Calculation of the daily intake in different scenarios for reduced use of pesticides

The calculations of the daily intake cover both Danish and imported food products. Assuming that the diet's relative composition of Danish and imported food products does not change, the daily intake can be estimated for the scenarios set up. These involve a reduction of the use of pesticides in Denmark of 31% in the ++scenario, 80% in the +scenario, 95% in the 0+scenario and 100% in the 0-scenario. The results are shown in figure 10.12.

Figure 10.12
Simple calculation of Danes’ intake of pesticides assuming unchanged size of import and pesticide residues. In present production, approx. 60% of the intake of pesticide residues comes from imports, which dominate the intake in all scenarios, including a total phase-out of pesticide use in Denmark.

(Figure texts:

Den daglige indtagelse af pesticider = Daily intake of pesticides
Scenarier = Scenarios
Nul = 0-scenario
Plus = +scenario
Nudrift = Present production
Dansk = Danish
Import = Import
Mikrogram pr. day = Microgrammes per day)

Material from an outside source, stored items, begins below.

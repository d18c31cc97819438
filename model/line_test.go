package model

import (
	"math"
	"math/rand/v2"
	"testing"
)

// A medium that turns warm for two minutes between samples leaves a warm layer inside the surface: though the surface loses heat at every
// sample, the hottest place is there and no longer in the centre.
func TestSamplesSeeWhatHappenedBetweenThem(t *testing.T) {
	w := 200.0
	air := Course{Name: "door", TimesS: []float64{0}, C: []float64{2}}
	for at := 600.0; at < 7000; at += 600 { // warm until half a minute before a sample
		for i, c := range []float64{2, 95, 95, 2} {
			air.TimesS, air.C = append(air.TimesS, at-[]float64{160, 150, 40, 30}[i]), append(air.C, c)
		}
	}
	air.TimesS, air.C = append(air.TimesS, 7200), append(air.C, 2)
	for _, shape := range []*Shape{Slab, Cylinder, Sphere} {
		p := Product{Shape: shape, StartC: 30, Size: Size{ThicknessM: 0.06, DiameterM: 0.06},
			Food: &Material{Name: "test", Source: "input of the test", Waterless: true, Props: func(float64) Properties { return testFood }}}
		h, err := Solve(p, []Step{{Stage: Cool, DurationS: 7200, Exposure: Exposure{Surface: Film, FilmW: &w, Medium: air}}}, Options{})
		if err != nil {
			t.Fatal(err)
		}
		s := h.Sample(600)
		inside := 0
		for k, at := range s.TimesS {
			hottest, place := math.Inf(-1), 0.0
			for x := 0.0; x <= 1; x += 1.0 / 400 {
				if c := h.At(Place{UpM: 0.03 * x}, at); c > hottest {
					hottest, place = c, x
				}
			}
			if place > 0.2 {
				inside++
			}
			if math.Abs(s.Hottest[k]-hottest) > 0.002 {
				t.Errorf("%s at %g s: hottest %.4f °C at %.1f mm, there is %.4f °C at %.1f mm", shape.Name, at, s.Hottest[k], 1000*s.HottestAt[k].UpM, hottest, 30*place)
			}
		}
		if inside < 3 {
			t.Errorf("%s: the hottest place lay in a warm layer at %d samples only: the case does not show what it should", shape.Name, inside)
		}
	}
}

// Random courses, on each face its own where there are two, at samples from every minute to every half hour: no place is colder or
// hotter than the two of the samples.
func TestSamplesOfOneAxisHoldAllPlaces(t *testing.T) {
	rnd := rand.New(rand.NewPCG(7, 3))
	between := func(a, b float64) float64 { return a + (b-a)*rnd.Float64() }
	const long = 5400.0
	surroundings := func() Exposure {
		w := between(3, 250)
		m := Course{Name: "air", TimesS: []float64{0}, C: []float64{between(0, 95)}}
		for at := 0.0; rnd.IntN(4) > 0 && at < long; {
			at += between(30, 1500)
			m.TimesS, m.C = append(m.TimesS, at), append(m.C, between(0, 95))
		}
		if last := m.TimesS[len(m.TimesS)-1]; last < long && len(m.TimesS) > 1 {
			m.TimesS, m.C = append(m.TimesS, long), append(m.C, between(0, 95))
		}
		if rnd.IntN(8) == 0 {
			return Exposure{Surface: Insulated}
		}
		return Exposure{Surface: Film, FilmW: &w, Medium: m}
	}
	for trial := range 250 {
		shape := []*Shape{Slab, Slab, Cylinder, Sphere}[trial%4]
		r := between(0.008, 0.06)
		p := Product{Shape: shape, StartC: between(2, 90), Size: Size{ThicknessM: 2 * r, DiameterM: 2 * r},
			Food: &Material{Name: "test", Source: "input of the test", Waterless: true, Props: func(float64) Properties { return testFood }}}
		var steps []Step
		for _, stage := range []*Stage{Cook, Cool} {
			st := Step{Stage: stage, DurationS: between(900, long), Exposure: surroundings()}
			if trial%4 == 1 {
				st.Faces = []FaceExposure{{Face: Underside, Exposure: surroundings()}}
			}
			steps = append(steps, st)
		}
		h, err := Solve(p, steps, Options{})
		if err != nil {
			t.Fatal(err)
		}
		s := h.Sample([]float64{60, 300, 1800}[rnd.IntN(3)])
		low := -1.0
		if shape != Slab {
			low = 0
		}
		allowed := 2*h.ErrorK + 0.002
		for k, at := range s.TimesS {
			for x := low; x <= 1; x += 1.0 / 120 {
				c := h.At(Place{UpM: r * x}, at)
				if at > 0 && (c < s.Coldest[k]-allowed || c > s.Hottest[k]+allowed) {
					t.Fatalf("trial %d, %s of %.0f mm at %.0f s: %.4f °C at %.1f mm, outside coldest %.4f at %.1f mm to hottest %.4f at %.1f mm", trial, shape.Name, 2000*r, at, c,
						1000*r*x, s.Coldest[k], 1000*s.ColdestAt[k].UpM, s.Hottest[k], 1000*s.HottestAt[k].UpM)
				}
			}
		}
	}
}

// A slab in one medium with another film on each face: the coldest place of a cook and the hottest of a chill move inside it. At every
// sample they are at the temperatures named, and no place beside them or anywhere else is colder or hotter.
func TestExtremeInsideASlabIsFollowed(t *testing.T) {
	rnd := rand.New(rand.NewPCG(11, 5))
	between := func(a, b float64) float64 { return a + (b-a)*rnd.Float64() }
	inside := 0
	for trial := range 80 {
		r := between(0.01, 0.06)
		p := Product{Shape: Slab, StartC: between(2, 40), Size: Size{ThicknessM: 2 * r},
			Food: &Material{Name: "test", Source: "input of the test", Waterless: true, Props: func(float64) Properties { return testFood }}}
		var steps []Step
		for i, stage := range []*Stage{Cook, Cool} {
			above, below := between(5, 150), between(5, 150)
			air := Course{Name: "air", TimesS: []float64{0}, C: []float64{[]float64{between(90, 180), between(0, 15)}[i]}}
			if trial%3 == 1 { // it settles
				air.TimesS, air.C = []float64{0, 900, 7200}, []float64{air.C[0] + []float64{-20, 20}[i], air.C[0], air.C[0]}
			}
			e := func(w *float64) Exposure { return Exposure{Surface: Film, FilmW: w, Medium: air} }
			steps = append(steps, Step{Stage: stage, DurationS: between(1800, 7200), Exposure: e(&above), Faces: []FaceExposure{{Face: Underside, Exposure: e(&below)}}})
		}
		h, err := Solve(p, steps, Options{})
		if err != nil {
			t.Fatal(err)
		}
		s := h.Sample([]float64{17, 60, 240}[trial%3])
		for k, at := range s.TimesS {
			for _, e := range []struct {
				c, x, sign float64
			}{{s.Coldest[k], s.ColdestAt[k].UpM, 1}, {s.Hottest[k], s.HottestAt[k].UpM, -1}} {
				if math.Abs(e.x) < 0.999*r {
					inside++
				}
				if c := h.At(Place{UpM: e.x}, at); math.Abs(c-e.c) > 1e-6 {
					t.Fatalf("trial %d at %.0f s: %.3f mm is at %.8f °C, named with %.8f", trial, at, 1000*e.x, c, e.c)
				}
				if at < 60 { // before that nothing is promised, and the field is not smooth
					continue
				}
				for _, x := range []float64{e.x - 0.01*r, e.x + 0.01*r, r * between(-1, 1)} {
					if c := h.At(Place{UpM: max(-r, min(r, x))}, at); e.sign*(c-e.c) < -1e-4 {
						t.Fatalf("trial %d at %.0f s: %.3f mm is at %.7f °C, beyond %.7f at %.3f mm", trial, at, 1000*x, c, e.c, 1000*e.x)
					}
				}
			}
		}
	}
	if inside < 5000 {
		t.Errorf("only %d extremes lay inside: the case does not show what it should", inside)
	}
}
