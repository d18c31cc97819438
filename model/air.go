package model

import "math"

// air holds the properties of dry air at one temperature and pressure.
type air struct {
	rho  float64 // kg/m³
	mu   float64 // Pa·s
	k    float64 // W/(m·K)
	cp   float64 // J/(kg·K)
	beta float64 // 1/K
}

func (a air) nu() float64 { return a.mu / a.rho }
func (a air) pr() float64 { return a.mu * a.cp / a.k }

// pressurePa is the pressure of the standard atmosphere at a height in m, up to 11 km
// (ICAO standard atmosphere, Doc 7488; constants from memory).
func pressurePa(altitudeM float64) float64 {
	return 101325 * math.Pow(1-2.25577e-5*altitudeM, 5.25588)
}

// Range of the properties of air, °C.
const airLowC, airHighC = -40, 250

// airAt gives dry air at tC °C and a height above the sea.
func airAt(tC, altitudeM float64) air { return airOf(tC, pressurePa(altitudeM)) }

// airOf gives dry air at tC °C and a pressure. Viscosity and conductivity by Sutherland's law with the constants of
// White, Viscous Fluid Flow, tables 1-2 and 1-3 (from memory): within 2 % between -40 and 250 °C. Density: ideal gas, 287.05 J/(kg·K).
func airOf(tC, pa float64) air {
	t := tC + 273.15
	x := t / 273.15
	x *= math.Sqrt(x)
	return air{rho: pa / (287.05 * t), mu: 1.716e-5 * x * (273.15 + 110.4) / (t + 110.4), k: 0.0241 * x * (273.15 + 194) / (t + 194), cp: 1006, beta: 1 / t}
}

// correlation is a published formula for the Nusselt number, and where it holds.
type correlation struct {
	name    string
	formula string                      // its authors and year, where it may be taken for another fluid
	nusselt func(x, pr float64) float64 // x: the Rayleigh number of free convection, the Reynolds number of forced
	least   func(pr float64) float64    // smallest x; nil: its low end is that of a surface in air at rest
	most    float64                     // largest x: beyond, the value there is kept
	held    string                      // what that means, in words
	// perK and by are nusselt of free convection in two parts: two numbers of the air at a Rayleigh number by the K, and the rest, by the
	// difference in K.
	perK func(ra, pr float64) (b, d float64)
	by   func(b, d, differenceK float64) float64
}

// The correlations. Their formulas stand below, with their sources.
var (
	freeCylinder = correlation{formula: "Churchill & Chu 1975", name: "Churchill & Chu 1975 (horizontal cylinder in still air, Rayleigh number up to 1e12)", nusselt: churchillChu, perK: churchillChuPerK, by: churchillChuBy, most: 1e12}
	freeSphere   = correlation{formula: "Churchill 1983", name: "Churchill 1983 (sphere in still air, Rayleigh number up to 1e13)", nusselt: sphereFree, perK: sphereFreePerK, by: sphereFreeBy, most: 1e13}
	freeLayered  = correlation{name: "McAdams 1954 (horizontal plate, cold face up or warm face down in still air, Rayleigh number up to 1e10)", nusselt: plateLayered, most: 1e10}

	forcedCylinder = correlation{name: "Churchill & Bernstein 1977 (cylinder in cross flow, Reynolds × Prandtl number from 0.2, Reynolds number up to 1e7)", nusselt: churchillBernstein,
		least: func(pr float64) float64 { return 0.2 / pr }, most: 1e7, held: "whose value there is kept, which is low"}
	forcedSphere = correlation{name: "Melissari & Argyropoulos 2005 (sphere, Reynolds number 100 to 50000)", nusselt: sphereForced,
		least: func(float64) float64 { return 100 }, most: 5e4, held: "whose value there is kept, which is low"}
	forcedPlate = correlation{name: "flat plate along the stream (Incropera & DeWitt, laminar formula, a lower bound from Reynolds number 5e5 on)", nusselt: plateForced,
		least: func(float64) float64 { return 0 }, most: math.Inf(1)}
)

// churchillBernstein is the Nusselt number of a cylinder in cross flow, on its diameter, for Re·Pr > 0.2
// (Churchill & Bernstein 1977, J. Heat Transfer 99:300-306); a lower bound of the data for Re·Pr > 0.4.
func churchillBernstein(re, pr float64) float64 {
	c := math.Cbrt(0.4 / pr)
	return 0.3 + 0.62*math.Sqrt(re)*math.Cbrt(pr)/math.Sqrt(math.Sqrt(1+c*c))*math.Pow(1+math.Pow(re/282000, 5.0/8), 4.0/5)
}

// sphereForced is the Nusselt number of a sphere in a stream, on its diameter, 100 ≤ Re ≤ 50000, 0.003 ≤ Pr ≤ 10
// (Melissari & Argyropoulos 2005, Int. J. Heat Mass Transfer; year and journal from memory).
func sphereForced(re, pr float64) float64 {
	return 2 + 0.47*math.Sqrt(re)*math.Pow(pr, 0.36)
}

// plateForced is the mean Nusselt number of a flat plate along a stream, on its length, with the laminar formula throughout
// (Incropera & DeWitt, Fundamentals of Heat and Mass Transfer): from Re 5e5 on, where the stream turns turbulent, it is a lower bound.
// Blunt edges of real food lie 20 to 60 % higher.
func plateForced(re, pr float64) float64 { return 0.664 * math.Sqrt(re) * math.Cbrt(pr) }

// churchillChu is the Nusselt number of a horizontal cylinder in still fluid, on its diameter, 1e-5 < Ra < 1e12
// (Churchill & Chu 1975, Int. J. Heat Mass Transfer 18:1049-1053).
func churchillChu(ra, pr float64) float64 {
	b, d := churchillChuPerK(ra, pr)
	return churchillChuBy(b, d, 1)
}

func churchillChuPerK(ra, pr float64) (b, _ float64) {
	return 0.387 * math.Cbrt(math.Sqrt(ra)) / math.Pow(1+math.Pow(0.559/pr, 9.0/16), 8.0/27), 0
}

func churchillChuBy(b, _, differenceK float64) float64 {
	x := 0.60 + b*math.Cbrt(math.Sqrt(differenceK))
	return x * x
}

// plateLayered is the Nusselt number of a horizontal plate on which air lies in layers: its cold face up or its warm face down, on area by
// edge, 1e5 < Ra < 1e10 (McAdams, Heat Transmission, 1954; in Incropera & DeWitt). Below the lower end the film is low.
func plateLayered(ra, _ float64) float64 { return 0.27 * math.Sqrt(math.Sqrt(ra)) }

// sphereFree is the Nusselt number of a sphere in still fluid, on its diameter, Ra < 1e13
// (Churchill 1983, Heat Exchanger Design Handbook, section 2.5.7; section from memory).
func sphereFree(ra, pr float64) float64 {
	b, d := sphereFreePerK(ra, pr)
	return sphereFreeBy(b, d, 1)
}

func sphereFreePerK(ra, pr float64) (b, d float64) {
	p := 1 + math.Pow(0.469/pr, 9.0/16)
	return 0.589 * math.Sqrt(math.Sqrt(ra)) / math.Pow(p, 4.0/9), 7.44e-8 * ra / math.Pow(p, 16.0/9)
}

func sphereFreeBy(b, d, differenceK float64) float64 {
	return 2 + b*math.Sqrt(math.Sqrt(differenceK))*math.Sqrt(math.Sqrt(math.Cbrt(1+d*differenceK)))
}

It will be seen from figure 10.12 that the pesticide residues from imported food products, which dominate the intake in all scenarios, would still be there with a total phase-out of pesticide use in Denmark. One can conjecture about changes in the Danish population's dietary pattern in the event of a partial or total phase-out of pesticides, but such predictions are very uncertain. They would depend, for example, on the development of society both in Denmark and elsewhere and on the derivative market mechanisms, which are discussed in the report from the Sub-committee on Production, Economy and Employment. It is basically assumed that the intake via imported food products would remain unchanged despite movements between the individual products. As described in section 6.2.4, peeling of citrus fruit means less than 200 microgrammes per day, but at the same time, crops produced in Denmark would contribute more than 50% of the daily intake.